Work task >>
Retype, word for word, each line between the lines holding "const [opened, setOpened]" and "const open = (bar: Bar, anchor: HTMLElement)", inclusive, and leave the rest of the data alone.

[Material to process — start]

import { DndContext } from '@dnd-kit/core'
import { useQuery } from '@tanstack/react-query'
import { type KeyboardEvent, useMemo, useState } from 'react'
import type { Calendar } from '../../../shared/bookings/calendar-schemas.ts'
import { EmptyState } from '../../ui/states.tsx'
import { useBookingMoves } from './booking-moves-context.ts'
import { calendarQueries } from './calendar-queries.ts'
import { daysFromTo } from './calendar-with-step.ts'
import { CrewWeeksHead } from './crew-weeks-head.tsx'
import { cellInReach } from './crew-weeks-keyboard.ts'
import { type Bar, crewRowOf, gridColumnsOf } from './crew-weeks-layout.ts'
import { CrewWeeksRow } from './crew-weeks-row.tsx'
import { pullStep } from './crew-weeks-steps.ts'
import './crew-weeks.css'
import { DragGhost } from './drag-ghost.tsx'
import { weightOf } from './drag-plan.ts'
import { JobChips } from './job-chips.tsx'
import { useBarFocus } from './use-bar-focus.ts'
import { useCrewWeeksDrag } from './use-crew-weeks-drag.ts'
import { type Opened, OpenedBooking } from './opened-booking.tsx'

type Props = { calendar: Calendar; weeks: number; mayEdit: boolean; isWall: boolean }

function Jobs() {
  const { data } = useQuery(calendarQueries.unbooked())
  return data ? <JobChips jobs={data.jobs} crews={data.crews} /> : null
}

function useCrewWeeks({ calendar }: Props) {
  const moves = useBookingMoves()
  const [grid, setGrid] = useState<HTMLElement | null>(null)
  const [opened, setOpened] = useState<Opened | null>(null)
  const [stopKey, setStopKey] = useState<string | null>(null)
  const focus = useBarFocus(grid)
  const days = useMemo(
    () => daysFromTo({ from: calendar.from, to: calendar.to }),
    [calendar.from, calendar.to],
  )
  const dragging = useCrewWeeksDrag({
    calendar,
    days,
    onDrop: (step, options) => {
      const [part] = step.parts
      if (part) focus.keep(part.id)
      moves.make(step, options)
    },
  })
  const open = (bar: Bar, anchor: HTMLElement) => {
    focus.keep(bar.booking.id)
    setOpened({ bookingId: bar.booking.id, stretch: bar.stretch, anchor })
  }
  const press = (bar: Bar, event: KeyboardEvent<HTMLElement>, mayEdit: boolean) => {
    if (dragging.drag) return
    const by = { ArrowRight: 1, ArrowLeft: -1 } as const
    if (event.key === 'Enter') open(bar, event.currentTarget)
    else if (
      event.shiftKey &&
      mayEdit &&
      (event.key === 'ArrowRight' || event.key === 'ArrowLeft')
    ) {
      event.preventDefault()
      const step = pullStep(calendar, bar.booking, bar.stretch, { end: 'last', by: by[event.key] })
      focus.keep(bar.booking.id)
      if (step) moves.make(step)
    } else focus.step(event)
  }
  const keys = useMemo(
    () =>
      calendar.crews.flatMap(({ id }) => crewRowOf(calendar, id, days).bars.map((bar) => bar.key)),
    [calendar, days],
  )
  const stop = stopKey !== null && keys.includes(stopKey) ? stopKey : (keys[0] ?? null)
  return { setGrid, days, dragging, open, press, opened, setOpened, stop, setStopKey }
}

/** Crews down, days across: bookings carried from day to day and crew to crew, pulled, split and swapped. */
export function CrewWeeks(props: Props) {
  const { calendar, weeks, mayEdit, isWall } = props
  const { setGrid, days, dragging, opened, setOpened, open, press, stop, setStopKey } =
    useCrewWeeks(props)
  const { drag, landing, context } = dragging
  const sizes = useMemo(
    () => gridColumnsOf(calendar, days, { weeks, isWall }),
    [calendar, days, weeks, isWall],
  )
  const close = () => setOpened(null)
  if (calendar.crews.length === 0)
    return (
      <EmptyState title="There is no crew yet">
        Add a crew and who is in it under People first.
      </EmptyState>
    )
  return (
    <DndContext {...context} collisionDetection={cellInReach}>
      <div
        ref={setGrid}
        role="group"
        aria-label="Crew weeks"
        className={`crew-weeks relative flex flex-col overflow-auto rounded-md border-2 border-ink-soft bg-sheet ${isWall ? 'h-[calc(100dvh-5.5rem)]' : 'max-h-[calc(100dvh-7rem)]'}`}
      >
        <CrewWeeksHead calendar={calendar} days={days} {...sizes} />
        {calendar.crews.map((crew) => (
          <CrewWeeksRow
            key={crew.id}
            calendar={calendar}
            crew={crew}
            days={days}
            {...sizes}
            mayEdit={mayEdit}
            landing={
              landing?.crewId === crew.id && !landing.isIdle
                ? { days: landing.days, weight: weightOf(landing) }
                : null
            }
            inHandKey={drag && drag.kind !== 'job' ? drag.bar.key : null}
            stopKey={stop}
            onOpen={open}
            onKey={(bar, event) => press(bar, event, mayEdit)}
            onFocus={setStopKey}
          />
        ))}
      </div>
      {mayEdit && !isWall ? <Jobs /> : null}
      {drag ? <DragGhost calendar={calendar} drag={drag} landing={landing} /> : null}
      <OpenedBooking calendar={calendar} opened={opened} mayEdit={mayEdit} onClose={close} />
    </DndContext>
  )
}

[Material to process — finish]

Solution to the problem >>
  const [opened, setOpened] = useState<Opened | null>(null)
  const [stopKey, setStopKey] = useState<string | null>(null)
  const focus = useBarFocus(grid)
  const days = useMemo(
    () => daysFromTo({ from: calendar.from, to: calendar.to }),
    [calendar.from, calendar.to],
  )
  const dragging = useCrewWeeksDrag({
    calendar,
    days,
    onDrop: (step, options) => {
      const [part] = step.parts
      if (part) focus.keep(part.id)
      moves.make(step, options)
    },
  })
  const open = (bar: Bar, anchor: HTMLElement) => {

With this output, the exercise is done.